The surface distribution and monthly mean series of dissolved and particulate CB28 concentrations at several latitudes (Figures S5a–h, S8a,b) were similar to those of CB153 (Figure 2a–h, 3a,b); however, some differences were still found. The concentration of dissolved CB28 in the subarctic region was over 1.0 pg L–1, which was nearly double that of CB153. The concentration of dissolved CB28 in Japan and Korea was as high as 3.0 pg L–1, which was approximately three times higher than that of CB153. Both the gaseous concentrations and physicochemical parameters are responsible for the higher concentration of CB28 compared with that of CB153. Sensitivity experiments, in which the gaseous concentrations or the physicochemical parameters were changed to those of another congener, indicated that the difference in the gaseous concentration between these congeners had a larger influence (89%) on the dissolved concentration of CB28 than the difference of physicochemical parameters (64%). The details are shown in Figure S9.
Air–Sea Flux of CB153
Air–sea diffusion and wet deposition are the two sources of PCBs in the NWPO. Advection and eddy diffusion with the ocean outside the target area, and self-degradation of the dissolved phase, are the two sinks of PCBs in the NWPO. The daily amount of CB153 exchanged through the air–sea interface, the lateral boundary of the model domain, and the self-degradation of CB153 in the NWPO were calculated (Figure S10).

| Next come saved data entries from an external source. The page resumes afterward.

/**
 * The warranty's arithmetic. Each end day below was worked by hand on the Gregorian calendar and
 * is checked against date-fns `addMonths` (an independent implementation of calendar-month
 * addition that clips to the month's last day) in the last test; day counts are plain calendar
 * differences (2024 is a leap year: 29 February exists; 2025 is not).
 */
import { addMonths, differenceInCalendarDays, format, parseISO } from "date-fns";
import { describe, expect, test } from "vitest";
import { warrantyWorking, workOutWarranty } from "@/lib/service/warranty";

describe("the last day covered", () => {
  test.each([
    // [shipped, months, end]  — worked by hand
    ["2024-03-15", 24, "2026-03-15"],
    ["2025-01-31", 1, "2025-02-28"], // 31 Jan + 1 month: February 2025 has 28 days
    ["2024-01-31", 1, "2024-02-29"], // leap year: 29 February
    ["2024-02-29", 12, "2025-02-28"], // no 29 February in 2025
    ["2024-08-31", 3, "2024-11-30"], // November has 30 days
    ["2023-10-31", 60, "2028-10-31"],
    ["2025-06-10", 0, "2025-06-10"], // no warranty: only the ship day itself
  ])("shipped %s, %i months → ends %s", (shippedOn, months, endsOn) => {
    const w = workOutWarranty({ shippedOn, registeredOn: null, months, receivedOn: shippedOn });
    expect(w.endsOn).toBe(endsOn);
    expect(w.startsOn).toBe(shippedOn);
    expect(w.rule).toBe("shipped");
  });
});

describe("in warranty on the day received", () => {
  test.each([
    // [shipped, registered, months, received, rule, inWarranty, daysLeft, daysOver] — worked by hand
    ["2024-03-15", null, 24, "2026-03-15", "shipped", true, 0, null], // the last day still counts
    ["2024-03-15", null, 24, "2026-03-16", "shipped", false, null, 1],
    ["2024-03-15", null, 24, "2026-03-05", "shipped", true, 10, null],
    ["2025-01-31", null, 1, "2025-03-01", "shipped", false, null, 1], // ends 28 Feb 2025
    ["2024-01-31", null, 1, "2024-03-01", "shipped", false, null, 1], // ends 29 Feb 2024
    // registered later than shipped: the later day counts (ends 2026-05-01)
    ["2024-03-15", "2024-05-01", 24, "2026-04-01", "registered", true, 30, null],
    // registered before the ship day (the dealer's pre-registration): the ship day counts
    ["2024-03-15", "2024-03-01", 24, "2026-03-16", "shipped", false, null, 1],
    // 2024-12-31 + 12 months = 2025-12-31; received 2026-02-01 is 32 days over
    ["2024-12-31", null, 12, "2026-02-01", "shipped", false, null, 32],
  ] as const)("shipped %s, registered %s, %i months, received %s", (shippedOn, registeredOn, months, receivedOn, rule, inWarranty, daysLeft, daysOver) => {
    const w = workOutWarranty({ shippedOn, registeredOn, months, receivedOn });
    expect({ rule: w.rule, inWarranty: w.inWarranty, daysLeft: w.daysLeft, daysOver: w.daysOver }).toEqual({ rule, inWarranty, daysLeft, daysOver });
  });

  test.each([[-1], [1.5]])("a period of %s months is refused", (months) => {
    expect(() => workOutWarranty({ shippedOn: "2024-01-01", registeredOn: null, months, receivedOn: "2024-02-01" })).toThrow(/whole number/);
  });
});

describe("checked against date-fns on every day of two years", () => {
  // date-fns is the independent check: parseISO + addMonths + differenceInCalendarDays, in UTC-free
  // calendar terms, against the noon-anchored arithmetic of lib/service/warranty.ts.
  const days: string[] = [];
  for (let d = parseISO("2023-01-01"); d < parseISO("2025-01-01"); d = new Date(d.getFullYear(), d.getMonth(), d.getDate() + 1)) days.push(format(d, "yyyy-MM-dd"));
  test.each([[1], [12], [24], [37]])("%i months", (months) => {
    for (const shippedOn of days) {
      const w = workOutWarranty({ shippedOn, registeredOn: null, months, receivedOn: "2026-06-30" });
      const end = addMonths(parseISO(shippedOn), months);
      expect(w.endsOn).toBe(format(end, "yyyy-MM-dd"));
      const gap = differenceInCalendarDays(end, parseISO("2026-06-30"));
      expect(w.inWarranty ? w.daysLeft : -w.daysOver!).toBe(gap);
    }
  });
});

test("the working says which rule applied", () => {
  const day = (iso: string) => iso;
  expect(warrantyWorking(workOutWarranty({ shippedOn: "2024-03-15", registeredOn: "2024-05-01", months: 24, receivedOn: "2026-04-01" }), day)).toEqual([
    "Starts 2024-05-01: the owner registered the pair after it shipped on 2024-03-15, and the later day counts.",
    "Period: 24 months, so it covers up to and including 2026-05-01.",
    "Received 2026-04-01: in warranty, with 30 days left.",
  ]);
  expect(warrantyWorking(workOutWarranty({ shippedOn: "2024-03-15", registeredOn: null, months: 1, receivedOn: "2024-04-16" }), day)[2]).toBe("Received 2024-04-16: out of warranty, 1 day over.");
});
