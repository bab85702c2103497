import { createHash } from "node:crypto";
import { describe, expect, test } from "vitest";
import { canonicalEvent, eventHash, GENESIS_HASH, sha256Hex, type StoredEvent } from "@/lib/audit/chain";
import { APPEND_ONLY_TABLES, requiredTriggers } from "@/lib/audit/protected";
import { triggersFromMigrations } from "@/lib/audit/triggers";
import { MIGRATIONS_FOLDER } from "@/db/migrate";

describe("SHA-256 as the chain uses it", () => {
  // Expected digests: FIPS 180-2, Appendix B.1 and B.2 (the "abc" and two-block messages), and the
  // empty string's digest as printed by `printf '' | sha256sum` (GNU coreutils), an independent tool.
  test.each([
    ["abc", "ba7816bf8f01cfea414140de5dae2223b00361a396177a9cb410ff61f20015ad"],
    ["abcdbcdecdefdefgefghfghighijhijkijkljklmklmnlmnomnopnopq", "248d6a61d20638b8e5c026930c3e6039a33ce45964ff2167f6ecedd419db06c1"],
    ["", "e3b0c44298fc1c149afbf4c8996fb92427ae41e4649b934ca495991b7852b855"],
  ])("sha256(%j)", (text, digest) => {
    expect(sha256Hex(text)).toBe(digest);
  });
});

const base: StoredEvent = { id: 7, at: 1767600000000, actorId: null, station: "quality", type: "label.printed", subjectKind: "item", subjectId: "abc", data: '{"n":1}', reason: null, correctsId: null };

describe("the canonical serialisation", () => {
  test("is a JSON array of the format, the previous hash and every column in order", () => {
    // Written out by hand from CHAINED_COLUMNS' order: the bytes the hash is taken over.
    expect(canonicalEvent(base, GENESIS_HASH)).toBe(`["twinleaf-event-v1","${GENESIS_HASH}",7,1767600000000,null,"quality","label.printed","item","abc","{\\"n\\":1}",null,null]`);
    expect(eventHash(base, GENESIS_HASH)).toBe(createHash("sha256").update(canonicalEvent(base, GENESIS_HASH)).digest("hex"));
  });

  // Each change, however small, gives another hash: the chain sees every column.
  test.each<[string, Partial<StoredEvent> | { prev: string }]>([
    ["another id", { id: 8 }],
    ["a millisecond later", { at: base.at + 1 }],
    ["an actor", { actorId: "u1" }],
    ["another station", { station: "packing" }],
    ["another type", { type: "item.created" }],
    ["another subject kind", { subjectKind: "pair" }],
    ["another subject", { subjectId: "abd" }],
    ["other data", { data: '{"n":2}' }],
    ["an empty reason instead of none", { reason: "" }],
    ["the text \"null\" as reason", { reason: "null" }],
    ["a correction", { correctsId: 3 }],
    ["the id as text", { id: "7" as unknown as number }],
    ["another previous hash", { prev: "1".repeat(64) }],
  ])("%s changes the hash", (_name, change) => {
    const prev = "prev" in change ? change.prev : GENESIS_HASH;
    const event = "prev" in change ? base : { ...base, ...change };
    expect(eventHash(event, prev)).not.toBe(eventHash(base, GENESIS_HASH));
  });
});

describe("the triggers the migrations leave", () => {
  const triggers = triggersFromMigrations(MIGRATIONS_FOLDER);
  test.each(Object.keys(APPEND_ONLY_TABLES))("%s has its no-delete and no-replace triggers", (table) => {
    for (const name of requiredTriggers(table as keyof typeof APPEND_ONLY_TABLES)) expect(triggers.get(name)?.table).toBe(table);
  });
  test("the chain's own trigger is among them", () => {
    expect(triggers.get("events_chain_linear")?.table).toBe("events");
  });
});
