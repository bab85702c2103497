import { describe, expect, test } from "vitest";
import { can, PERMISSIONS, permissionsOf, ROLE_PERMISSIONS, rolesWith, type Permission } from "@/lib/auth/permissions";
import { ROLES, type Role } from "@/lib/auth/roles";

// Each station's work belongs to the station's own role and to no one else: a lab user must not
// be able to record a veneer allocation, and the administrator does no station work at all.
const STATION_WORK: [Permission, Role][] = [
  ["veneer.work", "veneer"],
  ["cabinet.work", "cabinet"],
  ["lab.work", "lab"],
  ["assembly.work", "assembly"],
  ["packing.work", "packing"],
  ["service.work", "service"],
  ["quality.work", "quality"],
];

const ADMIN_PERMISSIONS = PERMISSIONS.filter((p) => p.startsWith("admin."));

describe("the permission map's shape", () => {
  test("it has exactly one entry per role, and grants only known permissions, each once", () => {
    expect(Object.keys(ROLE_PERMISSIONS).sort()).toEqual([...ROLES].sort());
    for (const role of ROLES) {
      const granted = ROLE_PERMISSIONS[role];
      for (const p of granted) expect(PERMISSIONS, `${role} → ${p}`).toContain(p);
      expect(new Set(granted).size, role).toBe(granted.length);
    }
  });

  test("every permission is held by at least one role (a permission nobody holds locks its page for everyone)", () => {
    for (const p of PERMISSIONS) expect(rolesWith(p), p).not.toEqual([]);
  });

  test.each([...ROLES])("%s may read the register", (role) => {
    expect(ROLE_PERMISSIONS[role]).toContain("register.read");
  });

  test.each(STATION_WORK)("%s belongs to the %s role alone", (permission, role) => {
    expect(rolesWith(permission)).toEqual([role]);
  });

  test("the table above names every station permission in the map", () => {
    // A new *.work permission must be added to STATION_WORK, so its owner is checked too.
    expect(PERMISSIONS.filter((p) => p.endsWith(".work")).sort()).toEqual(STATION_WORK.map(([p]) => p).sort());
  });

  test("admin holds every admin.* permission, and only admin does", () => {
    expect(ADMIN_PERMISSIONS.length).toBeGreaterThan(0);
    for (const p of ADMIN_PERMISSIONS) expect(rolesWith(p), p).toEqual(["admin"]);
  });

  test("admin does no station work", () => {
    expect(ROLE_PERMISSIONS.admin.filter((p) => p.endsWith(".work"))).toEqual([]);
    expect([...ROLE_PERMISSIONS.admin].sort()).toEqual(["register.read", ...ADMIN_PERMISSIONS].sort());
  });
});

describe("can, rolesWith and permissionsOf agree with the map", () => {
  const pairs = ROLES.flatMap((role) => PERMISSIONS.map((p) => [role, p] as const));

  test.each(pairs)("%s / %s", (role, permission) => {
    const inMap = ROLE_PERMISSIONS[role].includes(permission);
    expect(can([role], permission)).toBe(inMap);
    expect(rolesWith(permission).includes(role)).toBe(inMap);
    expect(permissionsOf([role]).has(permission)).toBe(inMap);
  });

  test("several roles grant the union of their permissions", () => {
    expect(can(["veneer", "lab"], "lab.work")).toBe(true);
    expect(can(["veneer", "lab"], "veneer.work")).toBe(true);
    expect(can(["veneer", "lab"], "admin.users")).toBe(false);
    expect([...permissionsOf(["veneer", "lab"])].sort()).toEqual(["cabinet.lacquer", "lab.work", "labels.print", "register.read", "veneer.work"]);
  });

  test("no roles grant nothing", () => {
    for (const p of PERMISSIONS) expect(can([], p), p).toBe(false);
    expect(permissionsOf([]).size).toBe(0);
  });
});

Because the wet deposition flux of CB153 is an order of magnitude smaller than the air–sea diffusion flux (Figure S11), and the air–sea diffusion flux depends on the dissolved phase concentration of CB153 in water, we examined the air–sea diffusion flux in more detail. The air–sea diffusion flux of CB153 was close to zero over the majority of the NWPO, except for the western boundary area (Figure 2i–l). In the western boundary area, the air–sea diffusion flux in the Yellow Sea, Japan Sea, and the Kuroshio region displayed remarkable downward values in April with a maximum of approximately 0.03 pg m–2 s–1 (Figure 2j). This changed to an upward flux in the summer and autumn in the Yellow Sea, southern Japan Sea, and the KE, and the maximum upward flux was as high as 0.03 pg m–2 s–1 in the KE. The upward flux indicates that these regions act as secondary sources of CB153 in air. The KE east of Japan, which possesses the strongest velocity in summer, represents the most intense volatilization region (Figure 2k).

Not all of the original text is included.